In the example IEG evaluation, the relevant contextual conditions operated at various levels: macro, meso, and micro. At the macro level, client country authorities had a window of opportunity to rethink the development framework within which the country had operated for multiple decades because of a noticeable decline in the country’s growth despite continued high levels of public investment. Lingering episodes of civil discontent that put a certain amount of pressure on the authorities to envision an alternative also contributed to opening up this opportunity. At the meso level, a long-standing trusted partnership between the country’s authorities and the World Bank, as well as a tradition of “challenging each other to learn together” that had been built through decades of engagement, enabled the World Bank to have an impact through its analytical and data work. At the micro level, the inner workings that the World Bank team activated (long-term engagement on one knowledge product, cultivation of champions, and co-creation of a diagnostic framework, among others) were possible only because of a high degree of project autonomy granted by World Bank management and because of the entrepreneurial attitude of the project’s team leader.

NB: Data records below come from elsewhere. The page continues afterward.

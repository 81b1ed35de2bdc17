import { z, type ZodType } from 'zod';
import { batchPageSchema, type BatchListQuery, type BatchStart, type batchUpdateSchema } from '@shared/schemas/batches';
import { batchDetailSchema, operationResultSchema, type BatchDetail, type OperationResult } from '@shared/schemas/batch-detail';
import type {
  AdditionRequest,
  amendRequestSchema,
  blendRequestSchema,
  degasRequestSchema,
  noteRequestSchema,
  RackRequest,
  ReadingRequest,
  removalRequestSchema,
  splitRequestSchema,
  tasteRequestSchema,
  topUpRequestSchema,
} from '@shared/schemas/journal';
import { readingResultSchema } from '@shared/schemas/journal';
import { rackTargetSuggestionSchema, type Vessel } from '@shared/schemas/vessels';
import type { RackingStage } from '@shared/calc';
import { request, requestOrQueue, cellarPath, withQuery } from './http';
import { listVessels } from './vessels';

export type BatchPage = z.infer<typeof batchPageSchema>;
export type RackTargetSuggestion = z.infer<typeof rackTargetSuggestionSchema>;

const batchPath = (cellarId: string, batchId: string, ...rest: string[]) => cellarPath(cellarId, 'batches', batchId, ...rest);

/** One page of batches, filtered and sorted on the server. */
export const fetchBatches = (cellarId: string, query: BatchListQuery): Promise<BatchPage> =>
  request('GET', withQuery(cellarPath(cellarId, 'batches'), query), batchPageSchema);

export const fetchBatch = (cellarId: string, batchId: string): Promise<BatchDetail> =>
  request('GET', batchPath(cellarId, batchId), batchDetailSchema);

export const startBatch = (cellarId: string, body: BatchStart): Promise<OperationResult> =>
  request('POST', cellarPath(cellarId, 'batches'), operationResultSchema, body);

export const updateBatch = (cellarId: string, batchId: string, changes: z.input<typeof batchUpdateSchema>): Promise<BatchDetail> =>
  request('PATCH', batchPath(cellarId, batchId), batchDetailSchema, changes);

/** Keeper only; the server refuses (409) while the batch is in vessels or bottled. */
export const deleteBatch = (cellarId: string, batchId: string): Promise<void> => request('DELETE', batchPath(cellarId, batchId));

/** Every journal-writing operation posts to its own path and answers an OperationResult. */
const operation =
  <Body>(path: string) =>
  (cellarId: string, batchId: string, body: Body): Promise<OperationResult> =>
    request('POST', batchPath(cellarId, batchId, path), operationResultSchema, body);

/**
 * Journal writes a phone may make without signal: kept on the phone and sent later with the
 * moment they were made (src/offline/), so a queued reading keeps its own time.
 */
const queueableOperation =
  <Body extends object, Result>(path: string, kind: 'reading' | 'note' | 'tasting', label: (body: Body) => string, answer: ZodType<Result>) =>
  (cellarId: string, batchId: string, body: Body): Promise<Result> =>
    requestOrQueue('POST', batchPath(cellarId, batchId, path), answer, body, { kind, label: label(body), cellarId, stampField: 'at' });

/** A reading answers the reading and the stage, not the whole batch (the most frequent write). */
export const logReading = queueableOperation('readings', 'reading', (r: ReadingRequest) => `Reading ${Number(r.sg).toFixed(3)}`, readingResultSchema);
export const rackBatch = operation<RackRequest>('rackings');
export const splitBatch = operation<z.input<typeof splitRequestSchema>>('splits');
export const addAddition = operation<AdditionRequest>('additions');
export const removeAddition = operation<z.input<typeof removalRequestSchema>>('removals');
export const topUpBatch = operation<z.input<typeof topUpRequestSchema>>('top-ups');
export const degasBatch = operation<z.input<typeof degasRequestSchema>>('degassings');
export const tasteBatch = queueableOperation(
  'tastings',
  'tasting',
  (_: z.input<typeof tasteRequestSchema>) => 'Tasting notes',
  operationResultSchema,
);
export const addNote = queueableOperation(
  'notes',
  'note',
  (n: z.input<typeof noteRequestSchema>) => `Note: ${n.text.slice(0, 40)}`,
  operationResultSchema,
);

/** Blends vessels of two or more batches into a new batch; answers with the new batch. */
export const blendBatches = (cellarId: string, body: z.input<typeof blendRequestSchema>): Promise<OperationResult> =>
  request('POST', cellarPath(cellarId, 'batches', 'blends'), operationResultSchema, body);

/** Records a correction of an earlier journal entry (the entry itself never changes). */
export const amendEntry = (cellarId: string, batchId: string, entryId: string, body: z.input<typeof amendRequestSchema>): Promise<OperationResult> =>
  request('POST', batchPath(cellarId, batchId, 'journal', entryId, 'amendments'), operationResultSchema, body);

// ---- Vessel look-ups the batch operations need (choosing where to fill or rack) -----------

/** Empty, sanitised (not lapsed), not retired vessels, smallest useful first. */
export async function fetchFillCandidates(cellarId: string): Promise<Vessel[]> {
  const page = await listVessels(cellarId, { freeAndSanitised: 'true', pageSize: 200 });
  return [...page.items].sort((a, b) => a.capacityL - b.capacityL || a.name.localeCompare(b.name));
}

/** The server's proposal for a racking: smallest free sanitised vessel that holds the volume after the expected loss. */
export const fetchRackTarget = (
  cellarId: string,
  volumeL: number,
  stage: RackingStage,
  excludeVesselIds: string[] = [],
): Promise<RackTargetSuggestion> =>
  request(
    'GET',
    withQuery(cellarPath(cellarId, 'vessels', 'rack-target'), { volumeL, stage, exclude: excludeVesselIds.join(',') || undefined }),
    rackTargetSuggestionSchema,
  );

An evaluation can also probe a population of cases in a larger class (for example, all low-capacity states) more systematically using follow-up studies that trace only the most critical episodes of a pToC. Evaluators can use comparative methods, such as qualitative comparative analysis, to map key similarities and differences in contextual and other conditions across cases, enabling them to select diverse cases strategically within a population of potential cases (Raimondo 2023).

Although each of these more superficial follow-up studies may have relatively low internal validity, finding confirmatory evidence for how things work across a strategically selected set of cases can increase evaluators’ confidence in the external validity of the pToC employed to study them (Beach and Pedersen 2019). If different processes are found to be operative in a particular case, evaluators should then compare it with the case previously studied to identify what differences might explain why things worked differently in the two cases.